● **WHAT THE TASK REQUIRES**
In the listing below, find each line that holds "takes" and list it.

* * * * * * * * *

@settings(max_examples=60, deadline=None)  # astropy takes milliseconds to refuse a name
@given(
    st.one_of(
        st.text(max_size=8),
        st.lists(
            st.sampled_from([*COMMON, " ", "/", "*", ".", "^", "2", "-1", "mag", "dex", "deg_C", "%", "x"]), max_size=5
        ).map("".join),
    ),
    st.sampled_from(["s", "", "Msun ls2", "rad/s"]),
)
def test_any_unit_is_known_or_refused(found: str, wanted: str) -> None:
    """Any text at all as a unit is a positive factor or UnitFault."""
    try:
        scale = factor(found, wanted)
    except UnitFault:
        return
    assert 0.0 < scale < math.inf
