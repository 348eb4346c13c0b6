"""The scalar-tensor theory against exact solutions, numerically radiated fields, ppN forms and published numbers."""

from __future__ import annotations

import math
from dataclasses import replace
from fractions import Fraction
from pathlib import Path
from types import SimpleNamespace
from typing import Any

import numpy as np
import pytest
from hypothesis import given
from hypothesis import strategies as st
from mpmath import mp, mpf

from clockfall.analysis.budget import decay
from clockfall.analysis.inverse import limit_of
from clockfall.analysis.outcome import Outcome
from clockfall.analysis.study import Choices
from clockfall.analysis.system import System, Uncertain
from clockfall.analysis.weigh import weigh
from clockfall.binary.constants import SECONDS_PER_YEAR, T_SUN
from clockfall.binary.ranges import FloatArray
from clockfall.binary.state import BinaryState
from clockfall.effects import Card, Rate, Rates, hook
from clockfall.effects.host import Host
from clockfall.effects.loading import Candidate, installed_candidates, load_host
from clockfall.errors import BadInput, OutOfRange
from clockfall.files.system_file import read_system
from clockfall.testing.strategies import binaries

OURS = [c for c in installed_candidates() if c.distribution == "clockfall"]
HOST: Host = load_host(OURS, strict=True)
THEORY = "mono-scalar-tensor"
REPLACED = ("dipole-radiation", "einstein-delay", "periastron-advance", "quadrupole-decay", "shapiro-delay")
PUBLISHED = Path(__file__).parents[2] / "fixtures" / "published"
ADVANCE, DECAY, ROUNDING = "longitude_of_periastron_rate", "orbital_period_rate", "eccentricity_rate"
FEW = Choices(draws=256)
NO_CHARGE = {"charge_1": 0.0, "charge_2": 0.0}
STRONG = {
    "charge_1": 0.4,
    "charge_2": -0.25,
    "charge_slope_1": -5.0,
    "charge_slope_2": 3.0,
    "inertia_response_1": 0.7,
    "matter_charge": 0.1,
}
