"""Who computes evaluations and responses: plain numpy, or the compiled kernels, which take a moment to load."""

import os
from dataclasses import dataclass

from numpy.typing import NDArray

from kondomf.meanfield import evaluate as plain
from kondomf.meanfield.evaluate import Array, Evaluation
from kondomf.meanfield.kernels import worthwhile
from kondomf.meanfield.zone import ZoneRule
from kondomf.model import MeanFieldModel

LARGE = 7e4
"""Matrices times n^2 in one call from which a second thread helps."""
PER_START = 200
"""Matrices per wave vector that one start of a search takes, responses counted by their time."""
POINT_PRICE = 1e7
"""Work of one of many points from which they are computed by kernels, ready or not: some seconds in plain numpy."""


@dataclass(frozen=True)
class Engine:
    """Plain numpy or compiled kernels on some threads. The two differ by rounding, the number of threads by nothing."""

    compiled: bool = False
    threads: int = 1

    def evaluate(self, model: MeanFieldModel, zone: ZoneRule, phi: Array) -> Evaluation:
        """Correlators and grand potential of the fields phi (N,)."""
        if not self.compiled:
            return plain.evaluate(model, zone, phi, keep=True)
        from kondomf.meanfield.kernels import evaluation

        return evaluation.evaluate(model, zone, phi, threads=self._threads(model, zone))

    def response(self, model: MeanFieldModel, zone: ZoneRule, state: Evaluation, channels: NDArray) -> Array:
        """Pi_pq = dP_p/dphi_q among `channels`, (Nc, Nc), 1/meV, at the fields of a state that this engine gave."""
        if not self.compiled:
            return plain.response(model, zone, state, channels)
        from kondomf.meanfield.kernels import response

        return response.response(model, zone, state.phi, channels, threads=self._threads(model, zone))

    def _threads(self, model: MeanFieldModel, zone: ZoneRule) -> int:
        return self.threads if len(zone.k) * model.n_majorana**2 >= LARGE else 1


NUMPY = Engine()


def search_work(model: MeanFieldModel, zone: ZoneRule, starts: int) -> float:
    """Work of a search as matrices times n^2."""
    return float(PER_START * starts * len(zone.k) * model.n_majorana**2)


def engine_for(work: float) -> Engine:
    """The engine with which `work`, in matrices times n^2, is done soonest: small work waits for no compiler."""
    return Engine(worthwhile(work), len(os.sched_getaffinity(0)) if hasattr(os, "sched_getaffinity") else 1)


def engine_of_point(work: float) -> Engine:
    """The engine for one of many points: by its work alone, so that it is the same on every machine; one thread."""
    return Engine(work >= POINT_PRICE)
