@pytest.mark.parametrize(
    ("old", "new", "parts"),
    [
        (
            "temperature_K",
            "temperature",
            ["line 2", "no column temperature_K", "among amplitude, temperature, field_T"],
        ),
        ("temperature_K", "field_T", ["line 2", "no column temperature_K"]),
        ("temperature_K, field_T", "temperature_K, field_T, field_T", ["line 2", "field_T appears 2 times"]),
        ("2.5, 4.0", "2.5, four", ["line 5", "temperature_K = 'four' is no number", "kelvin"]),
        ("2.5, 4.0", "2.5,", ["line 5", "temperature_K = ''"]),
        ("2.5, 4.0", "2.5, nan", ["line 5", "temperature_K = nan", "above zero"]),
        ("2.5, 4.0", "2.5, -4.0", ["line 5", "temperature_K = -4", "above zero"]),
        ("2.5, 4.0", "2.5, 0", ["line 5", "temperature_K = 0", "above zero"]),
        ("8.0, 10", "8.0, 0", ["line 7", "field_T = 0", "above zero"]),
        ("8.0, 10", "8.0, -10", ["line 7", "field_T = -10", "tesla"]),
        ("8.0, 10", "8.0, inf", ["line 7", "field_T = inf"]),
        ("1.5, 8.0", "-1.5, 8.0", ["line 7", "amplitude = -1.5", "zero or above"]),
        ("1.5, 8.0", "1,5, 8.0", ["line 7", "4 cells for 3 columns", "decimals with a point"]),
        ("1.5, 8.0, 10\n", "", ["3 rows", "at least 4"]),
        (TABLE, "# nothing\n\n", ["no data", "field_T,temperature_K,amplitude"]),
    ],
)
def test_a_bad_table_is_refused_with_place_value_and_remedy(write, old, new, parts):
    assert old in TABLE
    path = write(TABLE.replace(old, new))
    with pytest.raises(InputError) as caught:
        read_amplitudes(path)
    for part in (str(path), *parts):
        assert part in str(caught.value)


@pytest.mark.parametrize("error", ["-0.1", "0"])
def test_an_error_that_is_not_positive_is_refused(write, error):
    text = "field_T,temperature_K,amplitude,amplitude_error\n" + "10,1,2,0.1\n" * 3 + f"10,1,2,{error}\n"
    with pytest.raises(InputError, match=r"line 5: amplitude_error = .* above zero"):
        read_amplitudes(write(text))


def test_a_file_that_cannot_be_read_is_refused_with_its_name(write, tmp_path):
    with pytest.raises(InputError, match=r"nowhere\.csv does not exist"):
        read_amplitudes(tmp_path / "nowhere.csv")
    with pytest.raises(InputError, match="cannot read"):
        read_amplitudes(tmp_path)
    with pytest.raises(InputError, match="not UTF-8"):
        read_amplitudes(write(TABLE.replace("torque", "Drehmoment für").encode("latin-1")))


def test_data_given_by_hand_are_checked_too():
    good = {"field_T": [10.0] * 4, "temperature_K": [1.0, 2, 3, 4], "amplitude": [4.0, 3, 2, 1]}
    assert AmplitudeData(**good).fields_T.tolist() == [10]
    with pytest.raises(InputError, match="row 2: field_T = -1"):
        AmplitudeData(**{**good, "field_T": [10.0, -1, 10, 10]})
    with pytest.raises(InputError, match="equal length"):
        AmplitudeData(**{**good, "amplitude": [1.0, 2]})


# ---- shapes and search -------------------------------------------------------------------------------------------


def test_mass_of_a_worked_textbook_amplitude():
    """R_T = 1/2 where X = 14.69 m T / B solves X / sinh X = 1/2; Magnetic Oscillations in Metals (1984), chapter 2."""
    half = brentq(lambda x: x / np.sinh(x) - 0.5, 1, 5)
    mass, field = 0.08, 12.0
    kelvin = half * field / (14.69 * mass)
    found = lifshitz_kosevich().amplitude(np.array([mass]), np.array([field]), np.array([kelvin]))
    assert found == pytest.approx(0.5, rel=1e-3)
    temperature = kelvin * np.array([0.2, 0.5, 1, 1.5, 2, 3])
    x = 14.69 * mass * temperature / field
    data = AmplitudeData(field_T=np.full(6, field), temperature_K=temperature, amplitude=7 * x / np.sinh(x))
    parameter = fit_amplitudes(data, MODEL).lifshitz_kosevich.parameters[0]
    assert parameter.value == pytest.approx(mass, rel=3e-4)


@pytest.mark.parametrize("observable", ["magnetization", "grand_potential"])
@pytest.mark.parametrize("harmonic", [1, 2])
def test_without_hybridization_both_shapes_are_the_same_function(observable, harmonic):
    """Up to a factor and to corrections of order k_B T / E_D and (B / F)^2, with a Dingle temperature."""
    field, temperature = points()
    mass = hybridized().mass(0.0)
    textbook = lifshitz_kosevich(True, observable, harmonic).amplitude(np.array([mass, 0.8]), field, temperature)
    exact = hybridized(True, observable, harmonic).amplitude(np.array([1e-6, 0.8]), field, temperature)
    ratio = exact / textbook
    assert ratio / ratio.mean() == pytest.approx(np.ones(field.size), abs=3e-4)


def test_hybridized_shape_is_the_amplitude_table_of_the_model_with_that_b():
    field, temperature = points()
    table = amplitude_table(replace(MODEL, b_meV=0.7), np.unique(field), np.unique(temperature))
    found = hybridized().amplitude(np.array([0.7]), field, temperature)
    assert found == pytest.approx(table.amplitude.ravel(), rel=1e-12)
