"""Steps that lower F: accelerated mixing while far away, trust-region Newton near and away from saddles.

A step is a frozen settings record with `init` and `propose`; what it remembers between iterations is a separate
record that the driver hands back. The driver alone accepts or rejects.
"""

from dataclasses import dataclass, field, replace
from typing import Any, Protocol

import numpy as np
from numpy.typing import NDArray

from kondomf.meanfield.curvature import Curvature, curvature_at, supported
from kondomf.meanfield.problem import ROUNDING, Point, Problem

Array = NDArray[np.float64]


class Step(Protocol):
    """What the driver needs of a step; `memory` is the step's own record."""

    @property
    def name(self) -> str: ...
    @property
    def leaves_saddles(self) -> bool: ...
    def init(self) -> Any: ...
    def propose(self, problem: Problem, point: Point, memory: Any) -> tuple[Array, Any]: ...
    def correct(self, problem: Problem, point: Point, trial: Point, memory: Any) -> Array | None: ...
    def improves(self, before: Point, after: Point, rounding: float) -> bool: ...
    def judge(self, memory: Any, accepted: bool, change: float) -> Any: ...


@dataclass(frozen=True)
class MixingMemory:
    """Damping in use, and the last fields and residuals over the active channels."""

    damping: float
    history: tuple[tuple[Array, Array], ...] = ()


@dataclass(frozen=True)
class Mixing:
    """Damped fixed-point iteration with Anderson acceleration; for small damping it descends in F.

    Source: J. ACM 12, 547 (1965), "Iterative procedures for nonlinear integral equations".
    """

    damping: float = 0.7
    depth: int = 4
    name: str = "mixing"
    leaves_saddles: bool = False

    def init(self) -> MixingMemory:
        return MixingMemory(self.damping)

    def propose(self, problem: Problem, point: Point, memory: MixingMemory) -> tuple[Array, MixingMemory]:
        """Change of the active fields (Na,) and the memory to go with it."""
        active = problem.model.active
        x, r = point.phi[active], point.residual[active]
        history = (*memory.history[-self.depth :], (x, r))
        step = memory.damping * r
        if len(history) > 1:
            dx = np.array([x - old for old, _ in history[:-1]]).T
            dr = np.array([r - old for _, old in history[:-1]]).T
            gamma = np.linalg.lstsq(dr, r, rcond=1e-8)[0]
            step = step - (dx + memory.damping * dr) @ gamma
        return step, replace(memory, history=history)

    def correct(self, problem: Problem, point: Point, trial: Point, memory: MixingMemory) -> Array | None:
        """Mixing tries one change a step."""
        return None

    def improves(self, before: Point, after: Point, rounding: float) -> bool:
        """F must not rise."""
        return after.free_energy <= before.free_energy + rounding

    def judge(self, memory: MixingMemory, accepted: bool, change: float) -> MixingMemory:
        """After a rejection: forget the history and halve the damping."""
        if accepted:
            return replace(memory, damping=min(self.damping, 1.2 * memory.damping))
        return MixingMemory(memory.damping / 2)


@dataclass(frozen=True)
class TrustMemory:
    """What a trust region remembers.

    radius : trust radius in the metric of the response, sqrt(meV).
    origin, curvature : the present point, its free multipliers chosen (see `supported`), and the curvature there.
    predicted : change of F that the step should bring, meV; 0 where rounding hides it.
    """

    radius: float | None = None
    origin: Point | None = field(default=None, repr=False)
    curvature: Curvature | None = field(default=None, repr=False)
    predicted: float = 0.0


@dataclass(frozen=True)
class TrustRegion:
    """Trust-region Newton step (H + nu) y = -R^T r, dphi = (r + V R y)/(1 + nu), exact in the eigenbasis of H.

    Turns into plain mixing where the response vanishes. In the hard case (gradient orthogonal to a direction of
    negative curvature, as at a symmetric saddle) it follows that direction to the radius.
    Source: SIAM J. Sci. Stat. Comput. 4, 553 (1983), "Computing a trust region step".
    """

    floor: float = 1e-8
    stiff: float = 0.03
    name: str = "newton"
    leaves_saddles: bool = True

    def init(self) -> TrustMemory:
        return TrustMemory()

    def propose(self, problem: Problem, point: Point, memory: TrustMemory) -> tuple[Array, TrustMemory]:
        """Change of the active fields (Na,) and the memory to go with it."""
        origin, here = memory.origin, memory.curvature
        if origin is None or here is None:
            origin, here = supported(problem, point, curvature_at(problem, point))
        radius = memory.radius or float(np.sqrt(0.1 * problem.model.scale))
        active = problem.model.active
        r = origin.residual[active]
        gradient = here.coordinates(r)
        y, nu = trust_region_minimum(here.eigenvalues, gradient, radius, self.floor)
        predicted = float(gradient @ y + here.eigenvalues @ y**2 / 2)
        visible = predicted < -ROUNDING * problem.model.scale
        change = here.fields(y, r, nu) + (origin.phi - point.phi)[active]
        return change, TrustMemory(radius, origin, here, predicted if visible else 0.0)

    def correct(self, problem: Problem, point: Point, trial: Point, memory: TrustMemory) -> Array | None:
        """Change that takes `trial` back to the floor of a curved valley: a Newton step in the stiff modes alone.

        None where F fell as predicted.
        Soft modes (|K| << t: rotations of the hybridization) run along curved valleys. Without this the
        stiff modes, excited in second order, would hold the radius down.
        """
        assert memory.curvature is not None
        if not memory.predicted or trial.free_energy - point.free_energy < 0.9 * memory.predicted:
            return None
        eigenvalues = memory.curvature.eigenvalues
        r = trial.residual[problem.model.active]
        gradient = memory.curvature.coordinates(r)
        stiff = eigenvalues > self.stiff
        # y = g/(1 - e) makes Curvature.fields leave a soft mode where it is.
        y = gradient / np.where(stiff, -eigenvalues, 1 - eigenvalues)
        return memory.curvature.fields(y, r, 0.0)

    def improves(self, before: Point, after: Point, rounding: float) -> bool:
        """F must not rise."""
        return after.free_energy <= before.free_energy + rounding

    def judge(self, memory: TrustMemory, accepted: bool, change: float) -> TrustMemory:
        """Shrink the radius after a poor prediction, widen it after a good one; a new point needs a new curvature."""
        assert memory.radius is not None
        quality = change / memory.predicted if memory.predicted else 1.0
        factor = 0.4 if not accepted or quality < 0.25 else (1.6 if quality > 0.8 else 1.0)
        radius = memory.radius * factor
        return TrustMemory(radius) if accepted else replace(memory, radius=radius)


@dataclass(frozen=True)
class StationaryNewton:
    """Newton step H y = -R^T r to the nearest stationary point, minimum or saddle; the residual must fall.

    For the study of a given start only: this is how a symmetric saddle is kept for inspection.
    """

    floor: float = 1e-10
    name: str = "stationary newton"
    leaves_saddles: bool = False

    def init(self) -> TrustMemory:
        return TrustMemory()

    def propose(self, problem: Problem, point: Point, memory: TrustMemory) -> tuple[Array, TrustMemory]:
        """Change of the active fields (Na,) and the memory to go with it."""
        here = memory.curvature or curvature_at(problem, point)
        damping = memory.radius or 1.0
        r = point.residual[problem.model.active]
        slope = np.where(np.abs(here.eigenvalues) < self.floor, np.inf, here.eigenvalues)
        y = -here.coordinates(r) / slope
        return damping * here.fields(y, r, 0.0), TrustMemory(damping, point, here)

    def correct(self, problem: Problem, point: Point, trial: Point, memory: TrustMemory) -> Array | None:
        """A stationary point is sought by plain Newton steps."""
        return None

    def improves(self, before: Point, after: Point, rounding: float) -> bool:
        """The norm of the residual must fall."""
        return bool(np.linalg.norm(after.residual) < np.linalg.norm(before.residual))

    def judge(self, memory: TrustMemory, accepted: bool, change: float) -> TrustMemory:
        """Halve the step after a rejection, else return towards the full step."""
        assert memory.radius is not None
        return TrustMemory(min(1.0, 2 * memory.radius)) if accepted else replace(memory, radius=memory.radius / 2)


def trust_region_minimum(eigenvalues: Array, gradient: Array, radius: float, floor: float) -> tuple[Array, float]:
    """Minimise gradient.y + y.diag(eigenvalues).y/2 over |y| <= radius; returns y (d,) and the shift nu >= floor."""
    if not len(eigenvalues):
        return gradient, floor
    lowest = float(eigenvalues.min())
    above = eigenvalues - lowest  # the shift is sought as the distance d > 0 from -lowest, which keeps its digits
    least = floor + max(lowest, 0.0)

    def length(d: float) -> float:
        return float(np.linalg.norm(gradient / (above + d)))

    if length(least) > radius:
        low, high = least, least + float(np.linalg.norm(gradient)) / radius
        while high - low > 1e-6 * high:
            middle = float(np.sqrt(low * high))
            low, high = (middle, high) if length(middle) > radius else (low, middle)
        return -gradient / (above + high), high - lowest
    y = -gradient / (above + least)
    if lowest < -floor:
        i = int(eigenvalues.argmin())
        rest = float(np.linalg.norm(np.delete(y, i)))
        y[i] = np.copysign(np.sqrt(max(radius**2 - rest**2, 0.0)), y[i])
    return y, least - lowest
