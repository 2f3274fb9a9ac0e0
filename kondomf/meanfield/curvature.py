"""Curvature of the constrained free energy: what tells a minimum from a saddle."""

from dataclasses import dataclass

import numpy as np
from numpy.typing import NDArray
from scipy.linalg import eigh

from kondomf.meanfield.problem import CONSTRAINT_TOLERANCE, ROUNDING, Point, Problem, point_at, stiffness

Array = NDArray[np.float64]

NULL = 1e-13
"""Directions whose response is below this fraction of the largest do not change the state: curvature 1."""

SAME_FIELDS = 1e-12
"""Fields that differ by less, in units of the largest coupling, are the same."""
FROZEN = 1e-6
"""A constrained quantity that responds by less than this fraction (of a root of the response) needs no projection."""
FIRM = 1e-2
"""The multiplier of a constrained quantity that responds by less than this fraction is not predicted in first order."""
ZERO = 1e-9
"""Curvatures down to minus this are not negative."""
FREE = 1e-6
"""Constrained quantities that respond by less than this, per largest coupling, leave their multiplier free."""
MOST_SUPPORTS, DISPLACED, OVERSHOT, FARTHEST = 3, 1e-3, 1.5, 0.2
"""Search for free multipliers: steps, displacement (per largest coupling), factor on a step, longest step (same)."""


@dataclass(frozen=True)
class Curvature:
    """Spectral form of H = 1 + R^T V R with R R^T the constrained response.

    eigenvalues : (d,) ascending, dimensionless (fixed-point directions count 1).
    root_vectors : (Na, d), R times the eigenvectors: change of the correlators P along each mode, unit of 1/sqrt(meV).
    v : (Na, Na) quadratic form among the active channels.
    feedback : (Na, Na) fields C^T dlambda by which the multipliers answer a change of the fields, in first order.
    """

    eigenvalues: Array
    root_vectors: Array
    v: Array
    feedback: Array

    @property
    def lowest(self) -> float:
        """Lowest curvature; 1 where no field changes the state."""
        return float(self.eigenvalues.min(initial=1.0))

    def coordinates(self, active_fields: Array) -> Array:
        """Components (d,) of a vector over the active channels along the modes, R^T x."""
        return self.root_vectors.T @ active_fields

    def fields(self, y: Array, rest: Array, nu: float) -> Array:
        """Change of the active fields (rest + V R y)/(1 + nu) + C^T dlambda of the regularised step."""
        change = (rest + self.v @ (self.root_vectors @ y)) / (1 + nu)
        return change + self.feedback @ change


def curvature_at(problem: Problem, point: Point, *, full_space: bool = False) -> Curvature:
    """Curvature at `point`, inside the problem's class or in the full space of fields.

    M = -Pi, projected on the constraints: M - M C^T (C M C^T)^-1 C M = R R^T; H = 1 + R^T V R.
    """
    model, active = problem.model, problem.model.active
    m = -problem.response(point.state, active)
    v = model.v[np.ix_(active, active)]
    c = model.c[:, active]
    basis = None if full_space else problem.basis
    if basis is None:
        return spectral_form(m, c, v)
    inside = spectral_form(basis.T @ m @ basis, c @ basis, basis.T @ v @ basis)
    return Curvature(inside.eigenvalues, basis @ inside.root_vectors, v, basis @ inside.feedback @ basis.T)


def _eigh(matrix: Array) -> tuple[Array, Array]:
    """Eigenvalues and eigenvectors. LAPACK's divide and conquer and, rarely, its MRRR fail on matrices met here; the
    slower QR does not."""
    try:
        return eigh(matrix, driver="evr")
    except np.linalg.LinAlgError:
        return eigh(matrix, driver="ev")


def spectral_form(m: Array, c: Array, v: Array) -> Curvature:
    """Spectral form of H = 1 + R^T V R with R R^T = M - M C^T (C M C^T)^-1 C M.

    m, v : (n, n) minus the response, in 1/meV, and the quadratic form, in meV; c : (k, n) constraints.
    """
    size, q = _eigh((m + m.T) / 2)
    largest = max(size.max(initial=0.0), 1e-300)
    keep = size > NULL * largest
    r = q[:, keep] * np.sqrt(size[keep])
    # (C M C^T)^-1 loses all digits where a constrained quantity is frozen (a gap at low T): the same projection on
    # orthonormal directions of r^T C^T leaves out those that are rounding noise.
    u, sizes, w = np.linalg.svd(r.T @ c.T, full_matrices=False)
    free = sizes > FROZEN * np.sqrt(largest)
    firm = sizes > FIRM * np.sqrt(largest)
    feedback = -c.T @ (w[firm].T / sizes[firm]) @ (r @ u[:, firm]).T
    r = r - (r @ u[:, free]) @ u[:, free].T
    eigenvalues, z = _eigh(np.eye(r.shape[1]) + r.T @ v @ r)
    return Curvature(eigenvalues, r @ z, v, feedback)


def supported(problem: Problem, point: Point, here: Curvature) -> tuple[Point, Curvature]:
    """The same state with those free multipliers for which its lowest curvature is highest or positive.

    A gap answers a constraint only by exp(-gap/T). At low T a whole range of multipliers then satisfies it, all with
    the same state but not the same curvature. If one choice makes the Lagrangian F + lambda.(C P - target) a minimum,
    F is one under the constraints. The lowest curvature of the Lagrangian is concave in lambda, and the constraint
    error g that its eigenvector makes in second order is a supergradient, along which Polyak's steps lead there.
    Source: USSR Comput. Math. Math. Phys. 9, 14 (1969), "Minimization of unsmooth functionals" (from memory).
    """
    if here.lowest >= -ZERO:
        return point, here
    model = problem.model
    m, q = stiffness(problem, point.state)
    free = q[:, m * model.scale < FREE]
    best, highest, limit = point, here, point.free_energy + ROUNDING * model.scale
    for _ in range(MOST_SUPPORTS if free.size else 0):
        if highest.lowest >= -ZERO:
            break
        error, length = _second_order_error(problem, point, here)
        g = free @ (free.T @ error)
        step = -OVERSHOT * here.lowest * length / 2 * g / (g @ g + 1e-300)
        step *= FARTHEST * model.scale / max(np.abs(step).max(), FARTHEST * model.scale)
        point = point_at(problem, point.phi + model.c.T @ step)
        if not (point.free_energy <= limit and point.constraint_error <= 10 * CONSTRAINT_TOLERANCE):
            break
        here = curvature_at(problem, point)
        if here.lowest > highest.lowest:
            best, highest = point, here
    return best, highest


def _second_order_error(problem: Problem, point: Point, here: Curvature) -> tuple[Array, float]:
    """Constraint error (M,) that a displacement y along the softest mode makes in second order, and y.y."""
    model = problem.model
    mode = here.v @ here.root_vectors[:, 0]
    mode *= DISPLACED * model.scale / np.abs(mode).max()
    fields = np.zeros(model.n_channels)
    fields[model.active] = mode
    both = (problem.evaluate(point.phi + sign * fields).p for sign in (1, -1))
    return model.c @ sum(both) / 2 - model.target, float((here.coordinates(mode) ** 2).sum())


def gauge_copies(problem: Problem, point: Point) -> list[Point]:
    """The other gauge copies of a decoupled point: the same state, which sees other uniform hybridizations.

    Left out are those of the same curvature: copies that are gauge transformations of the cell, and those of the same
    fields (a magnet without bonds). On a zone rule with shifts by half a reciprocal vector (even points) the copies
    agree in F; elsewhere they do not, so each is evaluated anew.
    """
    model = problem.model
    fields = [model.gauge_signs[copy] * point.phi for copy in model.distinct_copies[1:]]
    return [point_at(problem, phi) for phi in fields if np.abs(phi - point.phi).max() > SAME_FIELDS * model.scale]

* * * * * * * * *

● **RESPONSE AREA**
@settings(max_examples=60, deadline=None)  # astropy takes milliseconds to refuse a name
"""Matrices per wave vector that one start of a search takes, responses counted by their time."""
        """Change that takes `trial` back to the floor of a curved valley: a Newton step in the stiff modes alone.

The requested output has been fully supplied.